# Since your pit bull doesn't make you look gangster enough..



## 9361 (Jun 25, 2009)




----------



## PerfectPit (Aug 2, 2010)

WOW just WOW!


----------



## angelbaby (Feb 4, 2010)

wonder if the dogs actually needed new teeth ,looks like a unreasonable reason to put caps on your dog teeth wonder if they have to go under for that Im assuming they are in for good cant see them removable with a dog. Iguess to each there own some dont agree with cropping while alot of us like it , guess this is the same sorta thing, Not my style thats for sure.


----------



## 9361 (Jun 25, 2009)

I think it's ridiculous.. just another way of making the dog an accessory.


----------



## wild_deuce03 (Aug 14, 2010)

Unfreakingbelievable!!! Guarantee I see that around the Ville sooner or later! Pathetic!!!


----------



## angelbaby (Feb 4, 2010)

who does that though ? would a vet actually do that for someone or is this a home done job thing?


----------



## Lex's Guardian (Aug 8, 2009)

I've seen this. it sickens me. they surgically implant these for sharper bites or some bs...


----------



## motocross308 (Oct 5, 2010)

holy crap they actually do that .. i joked about it in a thread a few days back but didnt think .. ok i guess im too far removed from the ghetto to believe that without seeing it ... now that i think about it , not suprising


----------



## angelbaby (Feb 4, 2010)

Lex's Guardian said:


> I've seen this. it sickens me. they surgically implant these for sharper bites or some bs...


why would they need sharper bites? obviously the person who thinks they do hasnt been biten by a dog before. sounds painful implants . I can see if a dog has no teeth or needs teeth pulled and replaced I have heard of denture like things like this being made for them { expensive from what I hear as well} but for a dog with healthy teeth I dont get it.


----------



## Black Rabbit (Nov 14, 2009)

wow that's just messed up wtf is wrong with people!!!!


----------



## motocross308 (Oct 5, 2010)

kg420 said:


> wow that's just messed up wtf is wrong with people!!!!


homie need his bling 
need to send em a case of wife beaters too..


----------



## aus_staffy (Nov 10, 2009)

I know I'll get hammered for this but here goes. Nitro has some busted front teeth. He's squared off all four of his canines and has broken some others (he's a rock chewer). While I don't think I'd actually get this done it looks fairly cool. Sometimes I wonder about my sense of taste...


----------



## angelbaby (Feb 4, 2010)

aus_staffy said:


> I know I'll get hammered for this but here goes. Nitro has some busted front teeth. He's squared off all four of his canines and has broken some others (he's a rock chewer). While I don't think I'd actually get this done it looks fairly cool. Sometimes I wonder about my sense of taste...

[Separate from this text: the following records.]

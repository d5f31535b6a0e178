using System.Globalization;
using System.Text;
using WaveSim.Core.Analysis;
using WaveSim.Core.Pictures;
using WaveSim.Core.Solver;

namespace WaveSim.Core.Reports;

/// <summary>
/// The data the interactive page draws, as JSON: each probe's voltage and current thinned to min/max pairs per pixel column
/// (<see cref="MinMaxColumns"/>), the full record when the page stays within its size budget (so a zoomed range is drawn
/// from every sample), the receiver thresholds, and the frames of the main line (its V(z) at each snapshot instant).
/// </summary>
public static class PageData
{
    /// <summary>Pixel columns of the thinned record: wider than any chart on the page.</summary>
    public const int Columns = 1600;

    /// <summary>Most positions kept along the line in a frame (min/max pairs over the rest).</summary>
    public const int FramePositions = 400;

    /// <summary>
    /// The JSON of one run. The full record is carried when the whole JSON stays under <paramref name="budgetBytes"/>;
    /// <paramref name="picture"/> gives the window first shown and the probes first drawn (the static picture's choices).
    /// </summary>
    public static string Json(RunOutcome run, WaveformPicture picture, IReadOnlyList<string>? plot, long budgetBytes, string label = "")
    {
        ArgumentNullException.ThrowIfNull(run);
        ArgumentNullException.ThrowIfNull(picture);
        var r = run.Result;
        var sb = new StringBuilder();
        sb.Append('{');
        Str(sb, "title", r.Scenario.Title).Append(',');
        Str(sb, "label", label).Append(',');
        Num(sb, "stepS", r.Plan.Dt).Append(',');
        Num(sb, "durationS", r.Time[^1]).Append(',');
        sb.Append("\"window\":[").Append(G(picture.Shown.Start)).Append(',').Append(G(picture.Shown.Stop)).Append("],");
        sb.Append("\"probes\":[");
        var thresholds = run.Verdicts.ToDictionary(v => v.Probe, v => v.Judged ? v.Thresholds : null);
        for (int i = 0; i < r.Probes.Count; i++)
        {
            var p = r.Probes[i];
            if (i > 0) sb.Append(',');
            sb.Append('{');
            Str(sb, "name", p.Name).Append(',');
            Str(sb, "at", p.Location).Append(',');
            sb.Append("\"shown\":").Append(plot is null || plot.Contains(p.Name) ? "true" : "false");
            if (thresholds.GetValueOrDefault(p.Name) is { } th)
                sb.Append(',').Append("\"vihV\":").Append(G(th.Vih)).Append(",\"vilV\":").Append(G(th.Vil));
            sb.Append('}');
        }
        sb.Append("],");
        var series = r.Probes.Select(p => p.Volts).Concat(r.Probes.Select(p => p.Amps)).ToArray();
        var (t, v) = MinMaxColumns.Thin(r.Time, series, Columns);
        sb.Append("\"overview\":");
        Record(sb, t, v, r.Probes.Count);
        sb.Append(',');
        Frames(sb, r);
        // The full record only where it fits: every sample for zoomed ranges, else the zoom draws the thinned record.
        var full = new StringBuilder();
        if (t.Length < r.Time.Length) Record(full, r.Time, series, r.Probes.Count);
        bool fits = full.Length > 0 && sb.Length + full.Length + 16 < budgetBytes;
        sb.Append(",\"full\":").Append(fits ? full.ToString() : "null");
        sb.Append(",\"fullLeftOut\":").Append(full.Length > 0 && !fits ? "true" : "false");
        sb.Append('}');
        return sb.ToString();
    }

    static void Record(StringBuilder sb, double[] t, IReadOnlyList<double[]> series, int probes)
    {
        sb.Append("{\"t\":");
        Array(sb, t, TimeFormat);
        sb.Append(",\"v\":[");
        for (int i = 0; i < probes; i++) { if (i > 0) sb.Append(','); Array(sb, series[i]); }
        sb.Append("],\"a\":[");
        for (int i = 0; i < probes; i++) { if (i > 0) sb.Append(','); Array(sb, series[probes + i]); }
        sb.Append("]}");
    }

    static void Frames(StringBuilder sb, SimulationResult r)
    {
        sb.Append("\"frames\":");
        if (r.Snapshots.Count < 2 || r.Lines.Count == 0) { sb.Append("null"); return; }
        var (z, rows) = MinMaxColumns.Thin(r.Lines[0].Positions, r.Snapshots.Select(s => s.Volts[0]).ToArray(), FramePositions / 2);
        sb.Append("{\"z\":");
        Array(sb, z);
        sb.Append(",\"t\":");
        Array(sb, r.Snapshots.Select(s => s.Time).ToArray(), TimeFormat);
        sb.Append(",\"v\":[");
        for (int k = 0; k < rows.Length; k++) { if (k > 0) sb.Append(','); Array(sb, rows[k]); }
        sb.Append("]}");
    }

    static void Array(StringBuilder sb, IReadOnlyList<double> x, string format = "G6")
    {
        sb.Append('[');
        for (int i = 0; i < x.Count; i++) { if (i > 0) sb.Append(','); sb.Append(G(x[i], format)); }
        sb.Append(']');
    }

    // Instants keep nine digits: six would merge neighbouring steps of a long record.
    const string TimeFormat = "G9";

    /// <summary>Six significant digits: far finer than a pixel or the decimation, and a third of the round-trip length.</summary>
    static string G(double x, string format = "G6") => double.IsFinite(x) ? x.ToString(format, CultureInfo.InvariantCulture) : "null";

    static StringBuilder Num(StringBuilder sb, string key, double x) => sb.Append('"').Append(key).Append("\":").Append(x.ToString("R", CultureInfo.InvariantCulture));

    static StringBuilder Str(StringBuilder sb, string key, string value) =>
        sb.Append('"').Append(key).Append("\":").Append(System.Text.Json.JsonSerializer.Serialize(value));
}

If it is needed there is nothing wrong with it some people have had to get dentures made for there dogs , The gold look doesnt bother me here lol { i love bling} but for the reasons they stated above i think it isnt needed.


----------



## Chinadog (Sep 14, 2009)

wow... I stand corrected... people do get dumber. I wish I had the opportunity to meet someone with that crap on there dogs teeth.


----------



## aus_staffy (Nov 10, 2009)

angelbaby said:


> If it is needed there is nothing wrong with it some people have had to get dentures made for there dogs , The gold look doesnt bother me here lol { i love bling} but for the reasons they stated above i think it isnt needed.


Yeah I don't agree with doing it for looks alone. His teeth don't affect him the way they are but if I was to get them fixed, I could be persuaded to do something like this.



Chinadog said:


> wow... I stand corrected... people do get dumber. I wish I had the opportunity to meet someone with that crap on there dogs teeth.


Haha! I'll send you my address if I get it done!:rofl:


----------



## 9361 (Jun 25, 2009)

I guess if they go broke, they can pull them out and pawn them, instant asset.


----------



## angelbaby (Feb 4, 2010)

LMFAO , do you have the show pawn stars? they had an elderly lady come in and try to pawn her dentures where there was like 3 teeth that were gold she was upset they only offered her the price they could get for the gold like $100 or something lol , she was willing to go toothless for some cash but they didnt offer her enough so she stormed out with her grandkids lol


----------



## Lex's Guardian (Aug 8, 2009)

angelbaby said:


> why would they need sharper bites? obviously the person who thinks they do hasnt been biten by a dog before. sounds painful implants . I can see if a dog has no teeth or needs teeth pulled and replaced I have heard of denture like things like this being made for them { expensive from what I hear as well} but for a dog with healthy teeth I dont get it.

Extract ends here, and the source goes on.